Thursday 19 March 2015

Good Omens

About six months ago I posted a list of ten books that had affected me, one of which was Terry Pratchett and Neil Gaiman's Good Omens. With the recent passing of Sir Terry from this mortal coil to the etheric whisper of internet headers, I decided that I wanted to hit the canon again, and to start with one of my favourites.

At some basic level, Good Omens is a pastiche of The Omen (the original one,) complete with a Satanic conspiracy replacing the son of a US ambassador with the antichrist, filtered through a comedy of errors that is forever hovering one legs akimbo sight gag from a Carry On movie. An angel and a demon, both of whom have gone rather native, strive to save the world, while a moment of distraction leaves the antichrist to grow up as a perfectly normal boy. As the preordained moment approaches, the forces of Heaven and Hell, of England's once-proud Witchfinder Army, and of the well-informed descendants of Cromwellian prophetess Agnes Nutter, descend on the Oxfordshire village of Tadfield to do battle (because anyone who considers themselves to be a force is inevitably looking for a fight.)

Pratchett and Gaiman occasionally talked about a sequel - the title 668: The Neighbour of the Beast was touted sometimes - but in the end it never happened; partly because Gaiman moved full-time to the states, and partly because they never settled on the story. I'm rather glad of that, because Good Omens is something of a perfect storm, uniting two authors who were really just getting started in such as way that I believe it tempered both of their styles and signaled a sea-change in their individual writing, while at the same time producing something priceless.

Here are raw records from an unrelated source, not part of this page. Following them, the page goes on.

// The check of the last of `placed` (numbered `number`) and, when another placement follows, the
// earliest day it may start.
StageCheck check_placement(const Site& site, const DrainProductSpec& product, Pattern pattern, double spacing_m,
                           const std::vector<Placement>& placed, int number, const Placement* following, bool effective) {
    const EmbankmentSection& section = *site.embankment;
    const Placement& p = placed.back();
    // The fill standing once it is placed (a surcharge removed before it no longer counts).
    const double height = history_of(placed).applied_at_kPa(p.end_s) / section.fill_unit_weight_kN_per_m3;
    const StageState st = state_at(site, product, pattern, spacing_m, history_of(placed), p.end_s, effective);
    StageCheck check{number, p.surcharge, p.start_s, p.end_s, height, st.factor_of_safety, st.critical,
                     st.effective ? std::optional<double>(st.effective->factor_of_safety) : std::nullopt,
                     st.effective, st.settlement_m, std::nullopt, true};
    if (following) {
        check.earliest_next_start_s = earliest_start(site, product, pattern, spacing_m, placed, *following,
                                                     next_from_s(p), section.target_factor_of_safety);
        check.next_reachable = check.earliest_next_start_s.has_value();
    }
    return check;
}

StagePlan run(const Site& site, const DrainProductSpec& product, Pattern pattern, double spacing_m, bool plan) {
    require_stage_inputs(site);
    const std::vector<Placement> all = placements(*site.loading);
    StagePlan out;
    out.target_factor_of_safety = site.embankment->target_factor_of_safety;
    out.planned = plan;
    const bool effective = has_effective_strength(site);
    // Stages are numbered as the scenario's load stages (the surcharge apart: the next number).
    std::vector<int> numbers;
    int permanent = 0;
    for (const Placement& p : all) numbers.push_back(p.surcharge ? permanent + 1 : ++permanent);
    const auto following = [&](std::size_t i) { return i + 1 < all.size() ? &all[i + 1] : nullptr; };
    if (!plan) {
        // As scheduled, each check stands alone: spread over the hardware threads.
        out.stages.resize(all.size());
        detail::parallel_for(all.size(), 0, [&](std::size_t i) {
            const std::vector<Placement> placed(all.begin(), all.begin() + static_cast<std::ptrdiff_t>(i) + 1);
            out.stages[i] = check_placement(site, product, pattern, spacing_m, placed, numbers[i], following(i), effective);
        });
        out.schedule = history_of(all);
        return out;
    }
    // Planned: each placement starts on the earliest day its predecessor's check allows.
    std::vector<Placement> placed;
    for (std::size_t i = 0; i < all.size(); ++i) {
        Placement p = all[i];
        if (i > 0) {
            const StageCheck& before = out.stages.back();
            if (!before.earliest_next_start_s) break;  // the plan cannot go on: its check says why
            const double duration = p.end_s - p.start_s;
            p.start_s = *before.earliest_next_start_s;
            p.end_s = p.start_s + duration;
        }
        placed.push_back(p);
        out.stages.push_back(check_placement(site, product, pattern, spacing_m, placed, numbers[i], following(i), effective));
    }
    out.schedule = history_of(placed);
    return out;
}


// The effective-stress field of a stage (stages.hpp, StressBasis::effective): c′, tanφ′ of the
// layer, and the pore pressure: hydrostatic below the groundwater table plus the excess, the
// section's stress Δσv times the unconsolidated share 1 − share(z) within the toes (1 beyond).
// Δσv is tabulated on offsets 0 .. toe + 3·(height + clay) and depths 0 .. clay (0 beyond).
std::function<SlopeModel::ClayEffective(double, double)> effective_field(const Site& site, const SlopeModel& m,
                                                                         const std::vector<double>& share, double dz) {
    const SoilProfile& profile = *site.ground.profile;
    for (std::size_t i = 0; i < profile.layers.size(); ++i)
        if (!profile.layers[i].effective_strength)
            throw InputError("clay.layers[" + std::to_string(i) + "].phi_prime_deg", "given with c_prime_kPa in every layer for the effective-stress check");
    const double gamma = site.embankment->fill_unit_weight_kN_per_m3, toe = m.profile.toe_m();
    const double reach = toe + 3.0 * (m.profile.height_m() + m.clay_thickness_m);
    const double hx = reach / (grid_offsets - 1), hz = m.clay_thickness_m / (grid_depths - 1);
    std::vector<double> stress(static_cast<std::size_t>(grid_offsets * grid_depths));
    for (int i = 0; i < grid_offsets; ++i)
        for (int j = 0; j < grid_depths; ++j)
            stress[static_cast<std::size_t>(i * grid_depths + j)] = embankment_stress_kPa(m.profile, gamma, i * hx, j * hz);
    std::vector<std::pair<double, SlopeModel::ClayEffective>> layers;  // bottom depth, strength
    double bottom = 0.0;
    for (const SoilLayer& l : profile.layers)
        layers.push_back({bottom += l.thickness_m,
                          {l.effective_strength->c_prime_kPa,
                           std::tan(l.effective_strength->phi_prime_deg * boost::math::double_constants::degree), 0.0}});
    return [stress = std::move(stress), layers, share, dz, hx, hz, reach, toe, dw = profile.groundwater_depth_m](double x, double z) {
        std::size_t k = 0;
        while (k + 1 < layers.size() && z > layers[k].first) ++k;
        SlopeModel::ClayEffective e = layers[k].second;
        double added = 0.0;
        if (std::fabs(x) < reach) {
            const double px = std::fabs(x) / hx, pz = std::clamp(z / hz, 0.0, grid_depths - 1.0);
            const int i = std::min(static_cast<int>(px), grid_offsets - 2), j = std::min(static_cast<int>(pz), grid_depths - 2);
            const double tx = px - i, tz = pz - j;
            const auto g = [&](int a, int b) { return stress[static_cast<std::size_t>(a * grid_depths + b)]; };
            added = (1 - tx) * ((1 - tz) * g(i, j) + tz * g(i, j + 1)) + tx * ((1 - tz) * g(i + 1, j) + tz * g(i + 1, j + 1));
        }
        double unconsolidated = 1.0;
        if (std::fabs(x) <= toe) {
            const double pos = std::clamp(z / dz, 0.0, static_cast<double>(share.size() - 1));
            const std::size_t s = std::min(static_cast<std::size_t>(pos), share.size() - 2);
            unconsolidated = 1.0 - (share[s] + (share[s + 1] - share[s]) * (pos - static_cast<double>(s)));
        }
        e.pore_pressure_kPa = units::gamma_w_kN_per_m3 * std::max(0.0, z - dw) + added * std::max(0.0, unconsolidated);
        return e;
    };
}
}  // namespace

Seriously; about 70% of all images resulting from a search for
'Good Omens' returns fan art of Aziraphael and Crowley, and
perhaps a quarter of that is explicitly shippy. I'm sure you
wouldn't have to look far to find one of those intertwining wing
and no clothes poses so popular with people who ship winged
humanoids and have any ounce of artistic ability.
Good Omens is a very character-driven apocalyptic narrative, and the characters are rather wonderful, from Adam's small and disorganised 'pack of ringleaders' to the bikers of the Apocalypse, and of course the fandom's favourite ship, Crowley and Aziraphael*. The authors also manage to slip in some social commentary - much of it a little dated now** - and even to get in a dig at people who wear sunglasses when it's dark, which in 1990 was only just starting to be a thing.

It is also unashamedly funny and, and this is important, doesn't pretend not to be or to have been during the big, dramatic denouement. It doesn't go all grimdark, and yet manages to have a sense of peril for characters the reader has grown to like. It may also count as one of the first truly transatlantic novels, its wry footnotes peppered with explanatory notes for the American reader which poke fun at the American and British people in more or less equal part.

In case I'm being too oblique, I love this book: always have done, still do. The only disappointment for me on this reading was the audiobook version I switched too while I was walking. It wasn't bad, but they did a Radio 4 adaptation just before Christmas*** and so I was disappointed to only get the one voice. All in all, I think I'm more of an audio play kind of guy.

* Because nothing gets shippers hot for a couple more than adversity, and what greater adversity can there be than explicitly stating that they are sexless beings? For myself I can see the sense behind the pairing, but they are more of an old married couple, rather than a white hot sexy pairing.
** Similarly, any technical references are pretty antiquated, from the wonder of a car with a phone in to printed manuals, and British fast food has come a long way since 1990.
*** Which is well worth checking out.